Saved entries
■ ■ ■ ■ ■

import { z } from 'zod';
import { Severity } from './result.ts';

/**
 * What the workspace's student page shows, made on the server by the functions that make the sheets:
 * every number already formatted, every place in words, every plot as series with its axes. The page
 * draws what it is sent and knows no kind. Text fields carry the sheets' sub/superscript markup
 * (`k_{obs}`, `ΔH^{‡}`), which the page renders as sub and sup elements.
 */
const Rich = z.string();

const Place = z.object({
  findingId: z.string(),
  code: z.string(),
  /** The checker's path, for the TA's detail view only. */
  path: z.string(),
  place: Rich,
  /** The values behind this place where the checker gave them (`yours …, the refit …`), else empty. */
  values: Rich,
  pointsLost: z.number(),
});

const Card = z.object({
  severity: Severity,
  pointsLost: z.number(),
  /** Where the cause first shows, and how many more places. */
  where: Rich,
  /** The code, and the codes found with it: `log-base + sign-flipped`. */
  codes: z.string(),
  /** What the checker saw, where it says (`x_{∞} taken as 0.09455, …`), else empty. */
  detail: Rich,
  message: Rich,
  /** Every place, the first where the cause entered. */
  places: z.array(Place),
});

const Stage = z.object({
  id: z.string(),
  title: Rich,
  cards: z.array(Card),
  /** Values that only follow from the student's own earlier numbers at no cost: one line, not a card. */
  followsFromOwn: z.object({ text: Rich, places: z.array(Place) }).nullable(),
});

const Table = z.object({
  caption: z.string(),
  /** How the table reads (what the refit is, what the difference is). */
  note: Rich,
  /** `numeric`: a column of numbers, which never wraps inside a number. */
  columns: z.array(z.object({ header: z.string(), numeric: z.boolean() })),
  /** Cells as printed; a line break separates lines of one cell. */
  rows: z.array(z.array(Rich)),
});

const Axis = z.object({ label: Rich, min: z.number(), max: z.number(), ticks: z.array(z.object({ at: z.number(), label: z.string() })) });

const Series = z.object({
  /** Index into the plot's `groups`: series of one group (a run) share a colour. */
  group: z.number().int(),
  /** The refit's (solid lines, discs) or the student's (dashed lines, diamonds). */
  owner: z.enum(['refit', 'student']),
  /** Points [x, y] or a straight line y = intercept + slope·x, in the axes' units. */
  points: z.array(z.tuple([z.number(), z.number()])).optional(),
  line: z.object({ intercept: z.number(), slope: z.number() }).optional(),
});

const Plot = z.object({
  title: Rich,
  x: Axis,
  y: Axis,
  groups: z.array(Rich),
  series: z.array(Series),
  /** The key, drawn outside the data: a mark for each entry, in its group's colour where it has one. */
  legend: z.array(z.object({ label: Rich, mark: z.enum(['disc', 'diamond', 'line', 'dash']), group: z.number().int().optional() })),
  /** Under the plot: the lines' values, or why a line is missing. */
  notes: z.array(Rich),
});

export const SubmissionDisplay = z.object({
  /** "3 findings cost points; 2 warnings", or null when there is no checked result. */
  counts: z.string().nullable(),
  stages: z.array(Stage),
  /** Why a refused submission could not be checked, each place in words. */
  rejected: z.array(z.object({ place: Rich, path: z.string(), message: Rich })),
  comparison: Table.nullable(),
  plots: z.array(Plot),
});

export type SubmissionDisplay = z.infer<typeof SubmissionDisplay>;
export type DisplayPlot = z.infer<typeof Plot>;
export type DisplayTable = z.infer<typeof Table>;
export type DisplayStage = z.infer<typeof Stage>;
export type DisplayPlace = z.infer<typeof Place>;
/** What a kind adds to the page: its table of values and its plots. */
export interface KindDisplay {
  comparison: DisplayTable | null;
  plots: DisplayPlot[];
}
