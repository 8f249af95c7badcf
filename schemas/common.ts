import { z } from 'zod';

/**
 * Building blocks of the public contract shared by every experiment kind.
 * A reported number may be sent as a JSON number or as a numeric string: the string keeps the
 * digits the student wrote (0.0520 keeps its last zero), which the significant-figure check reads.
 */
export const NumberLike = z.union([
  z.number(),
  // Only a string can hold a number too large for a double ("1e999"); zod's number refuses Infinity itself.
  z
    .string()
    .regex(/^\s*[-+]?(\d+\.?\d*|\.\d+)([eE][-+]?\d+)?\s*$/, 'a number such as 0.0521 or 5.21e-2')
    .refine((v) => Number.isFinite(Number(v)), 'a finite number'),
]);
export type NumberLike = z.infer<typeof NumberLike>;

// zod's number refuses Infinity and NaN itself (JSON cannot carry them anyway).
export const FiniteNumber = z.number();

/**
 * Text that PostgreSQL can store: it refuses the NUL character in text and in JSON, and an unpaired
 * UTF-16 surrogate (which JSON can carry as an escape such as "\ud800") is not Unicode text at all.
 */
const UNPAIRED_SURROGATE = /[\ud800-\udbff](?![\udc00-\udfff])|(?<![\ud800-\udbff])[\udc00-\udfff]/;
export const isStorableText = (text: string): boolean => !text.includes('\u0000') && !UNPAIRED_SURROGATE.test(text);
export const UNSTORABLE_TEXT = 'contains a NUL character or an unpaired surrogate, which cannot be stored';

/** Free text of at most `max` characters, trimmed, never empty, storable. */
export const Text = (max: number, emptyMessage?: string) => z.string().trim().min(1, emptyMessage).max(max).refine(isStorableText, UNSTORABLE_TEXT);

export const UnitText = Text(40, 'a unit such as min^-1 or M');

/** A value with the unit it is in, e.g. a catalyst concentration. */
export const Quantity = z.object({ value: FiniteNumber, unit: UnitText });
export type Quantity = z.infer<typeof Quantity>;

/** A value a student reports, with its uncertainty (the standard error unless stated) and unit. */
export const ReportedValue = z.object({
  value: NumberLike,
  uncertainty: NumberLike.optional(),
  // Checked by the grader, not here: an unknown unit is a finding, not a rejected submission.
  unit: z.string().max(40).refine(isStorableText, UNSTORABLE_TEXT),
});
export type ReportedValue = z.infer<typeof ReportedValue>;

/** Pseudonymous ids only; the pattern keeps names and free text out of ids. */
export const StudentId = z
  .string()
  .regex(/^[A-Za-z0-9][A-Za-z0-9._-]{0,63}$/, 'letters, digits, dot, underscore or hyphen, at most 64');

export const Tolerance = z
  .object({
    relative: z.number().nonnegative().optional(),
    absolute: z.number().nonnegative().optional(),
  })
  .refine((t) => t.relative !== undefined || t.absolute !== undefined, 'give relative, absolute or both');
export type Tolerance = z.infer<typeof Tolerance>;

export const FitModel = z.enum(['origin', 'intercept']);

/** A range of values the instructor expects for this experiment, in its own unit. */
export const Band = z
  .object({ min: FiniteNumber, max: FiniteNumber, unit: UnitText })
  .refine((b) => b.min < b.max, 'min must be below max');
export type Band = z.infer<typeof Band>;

■ ■ ■ ■ ■

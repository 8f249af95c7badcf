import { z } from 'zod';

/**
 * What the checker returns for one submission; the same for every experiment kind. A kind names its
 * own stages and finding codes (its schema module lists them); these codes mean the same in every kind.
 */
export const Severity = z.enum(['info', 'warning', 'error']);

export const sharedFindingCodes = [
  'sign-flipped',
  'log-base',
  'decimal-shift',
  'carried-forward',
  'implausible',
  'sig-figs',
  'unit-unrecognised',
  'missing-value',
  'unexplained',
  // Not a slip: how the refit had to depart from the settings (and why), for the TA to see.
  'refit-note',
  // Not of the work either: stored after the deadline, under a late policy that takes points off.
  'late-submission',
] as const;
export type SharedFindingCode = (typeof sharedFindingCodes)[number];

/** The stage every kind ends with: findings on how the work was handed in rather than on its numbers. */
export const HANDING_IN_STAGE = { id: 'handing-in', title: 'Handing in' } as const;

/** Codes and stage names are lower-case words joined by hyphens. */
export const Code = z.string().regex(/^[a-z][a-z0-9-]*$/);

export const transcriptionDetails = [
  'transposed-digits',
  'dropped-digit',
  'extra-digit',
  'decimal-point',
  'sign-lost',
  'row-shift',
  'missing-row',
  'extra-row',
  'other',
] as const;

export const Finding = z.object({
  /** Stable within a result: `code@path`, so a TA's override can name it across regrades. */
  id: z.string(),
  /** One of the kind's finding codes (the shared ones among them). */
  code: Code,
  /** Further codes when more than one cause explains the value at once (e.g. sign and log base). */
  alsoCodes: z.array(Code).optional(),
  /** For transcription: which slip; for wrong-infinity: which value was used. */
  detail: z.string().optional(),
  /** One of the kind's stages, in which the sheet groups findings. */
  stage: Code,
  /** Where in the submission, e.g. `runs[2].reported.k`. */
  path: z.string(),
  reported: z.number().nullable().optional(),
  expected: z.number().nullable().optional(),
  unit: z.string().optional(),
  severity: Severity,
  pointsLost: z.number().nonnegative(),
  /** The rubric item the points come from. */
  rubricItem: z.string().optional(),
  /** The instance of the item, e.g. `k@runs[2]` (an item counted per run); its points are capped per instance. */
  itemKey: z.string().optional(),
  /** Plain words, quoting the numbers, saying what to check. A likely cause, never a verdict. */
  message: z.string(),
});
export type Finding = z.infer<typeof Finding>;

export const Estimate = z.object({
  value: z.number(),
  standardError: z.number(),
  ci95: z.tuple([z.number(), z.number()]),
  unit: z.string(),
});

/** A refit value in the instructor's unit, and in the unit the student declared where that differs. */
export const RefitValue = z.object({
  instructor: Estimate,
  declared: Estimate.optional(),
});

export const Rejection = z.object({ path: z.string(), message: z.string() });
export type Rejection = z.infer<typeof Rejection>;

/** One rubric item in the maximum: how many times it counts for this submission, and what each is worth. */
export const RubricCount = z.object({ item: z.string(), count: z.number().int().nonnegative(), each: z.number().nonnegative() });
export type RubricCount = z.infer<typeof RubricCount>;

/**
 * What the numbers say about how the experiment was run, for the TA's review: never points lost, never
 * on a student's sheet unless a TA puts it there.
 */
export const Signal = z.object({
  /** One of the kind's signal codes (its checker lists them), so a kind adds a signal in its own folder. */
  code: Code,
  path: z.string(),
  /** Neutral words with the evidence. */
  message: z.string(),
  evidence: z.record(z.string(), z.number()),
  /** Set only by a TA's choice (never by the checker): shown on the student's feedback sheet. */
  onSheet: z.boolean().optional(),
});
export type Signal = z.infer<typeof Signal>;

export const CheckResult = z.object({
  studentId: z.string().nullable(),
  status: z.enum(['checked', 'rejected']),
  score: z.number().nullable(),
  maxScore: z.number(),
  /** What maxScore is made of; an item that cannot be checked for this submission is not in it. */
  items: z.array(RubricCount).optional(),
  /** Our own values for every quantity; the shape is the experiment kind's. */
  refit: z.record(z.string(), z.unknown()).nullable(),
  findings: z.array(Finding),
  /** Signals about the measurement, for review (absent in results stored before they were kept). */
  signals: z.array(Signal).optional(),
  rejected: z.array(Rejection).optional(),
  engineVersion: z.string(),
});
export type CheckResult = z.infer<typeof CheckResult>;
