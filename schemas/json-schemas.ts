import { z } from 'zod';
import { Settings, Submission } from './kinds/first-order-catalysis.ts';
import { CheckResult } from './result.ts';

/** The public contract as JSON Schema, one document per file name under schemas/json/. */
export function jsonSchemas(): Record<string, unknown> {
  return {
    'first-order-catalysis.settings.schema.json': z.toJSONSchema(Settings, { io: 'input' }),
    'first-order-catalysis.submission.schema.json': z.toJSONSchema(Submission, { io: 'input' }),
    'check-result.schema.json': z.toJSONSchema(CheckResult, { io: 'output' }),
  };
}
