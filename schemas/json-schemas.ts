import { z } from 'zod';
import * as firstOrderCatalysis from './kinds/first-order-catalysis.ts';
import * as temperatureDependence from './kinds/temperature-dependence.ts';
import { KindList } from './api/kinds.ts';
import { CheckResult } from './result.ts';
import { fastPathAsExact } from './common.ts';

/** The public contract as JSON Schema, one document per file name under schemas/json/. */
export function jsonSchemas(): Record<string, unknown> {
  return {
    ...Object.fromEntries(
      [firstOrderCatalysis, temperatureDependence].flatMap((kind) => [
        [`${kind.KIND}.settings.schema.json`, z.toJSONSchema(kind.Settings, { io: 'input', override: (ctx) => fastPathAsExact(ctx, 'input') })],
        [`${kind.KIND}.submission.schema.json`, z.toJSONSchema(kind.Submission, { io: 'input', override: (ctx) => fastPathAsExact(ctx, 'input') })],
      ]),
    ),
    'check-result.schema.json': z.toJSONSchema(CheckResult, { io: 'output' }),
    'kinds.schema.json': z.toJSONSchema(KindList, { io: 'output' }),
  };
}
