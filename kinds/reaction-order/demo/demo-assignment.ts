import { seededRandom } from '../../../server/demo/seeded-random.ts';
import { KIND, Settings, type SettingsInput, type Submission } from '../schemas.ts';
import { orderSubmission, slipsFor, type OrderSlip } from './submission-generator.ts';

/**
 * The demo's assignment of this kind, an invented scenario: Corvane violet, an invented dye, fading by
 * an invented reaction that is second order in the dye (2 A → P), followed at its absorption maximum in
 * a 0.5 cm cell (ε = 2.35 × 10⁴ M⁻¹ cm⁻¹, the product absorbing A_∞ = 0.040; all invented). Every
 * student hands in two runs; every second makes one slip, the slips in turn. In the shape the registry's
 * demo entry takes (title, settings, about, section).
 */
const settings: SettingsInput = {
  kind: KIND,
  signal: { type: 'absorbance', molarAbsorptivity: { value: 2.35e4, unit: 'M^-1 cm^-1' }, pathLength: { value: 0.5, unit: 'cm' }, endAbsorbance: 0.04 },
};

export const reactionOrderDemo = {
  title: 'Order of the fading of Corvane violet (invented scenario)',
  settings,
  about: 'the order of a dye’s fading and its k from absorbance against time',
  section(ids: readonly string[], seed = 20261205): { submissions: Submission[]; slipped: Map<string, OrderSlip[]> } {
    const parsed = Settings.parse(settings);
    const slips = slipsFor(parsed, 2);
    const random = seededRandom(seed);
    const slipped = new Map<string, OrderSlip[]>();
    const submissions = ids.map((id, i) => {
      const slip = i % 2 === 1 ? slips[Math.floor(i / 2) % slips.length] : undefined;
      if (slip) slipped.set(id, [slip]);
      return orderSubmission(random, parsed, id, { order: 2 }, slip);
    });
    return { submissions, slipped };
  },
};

■ ■ ■ ■ ■

Problem
Only lines containing "ReportedValue" belong in the answer; copy every such line from the records.

Written answer
export const ReportedValue = z.object({
export type ReportedValue = z.infer<typeof ReportedValue>;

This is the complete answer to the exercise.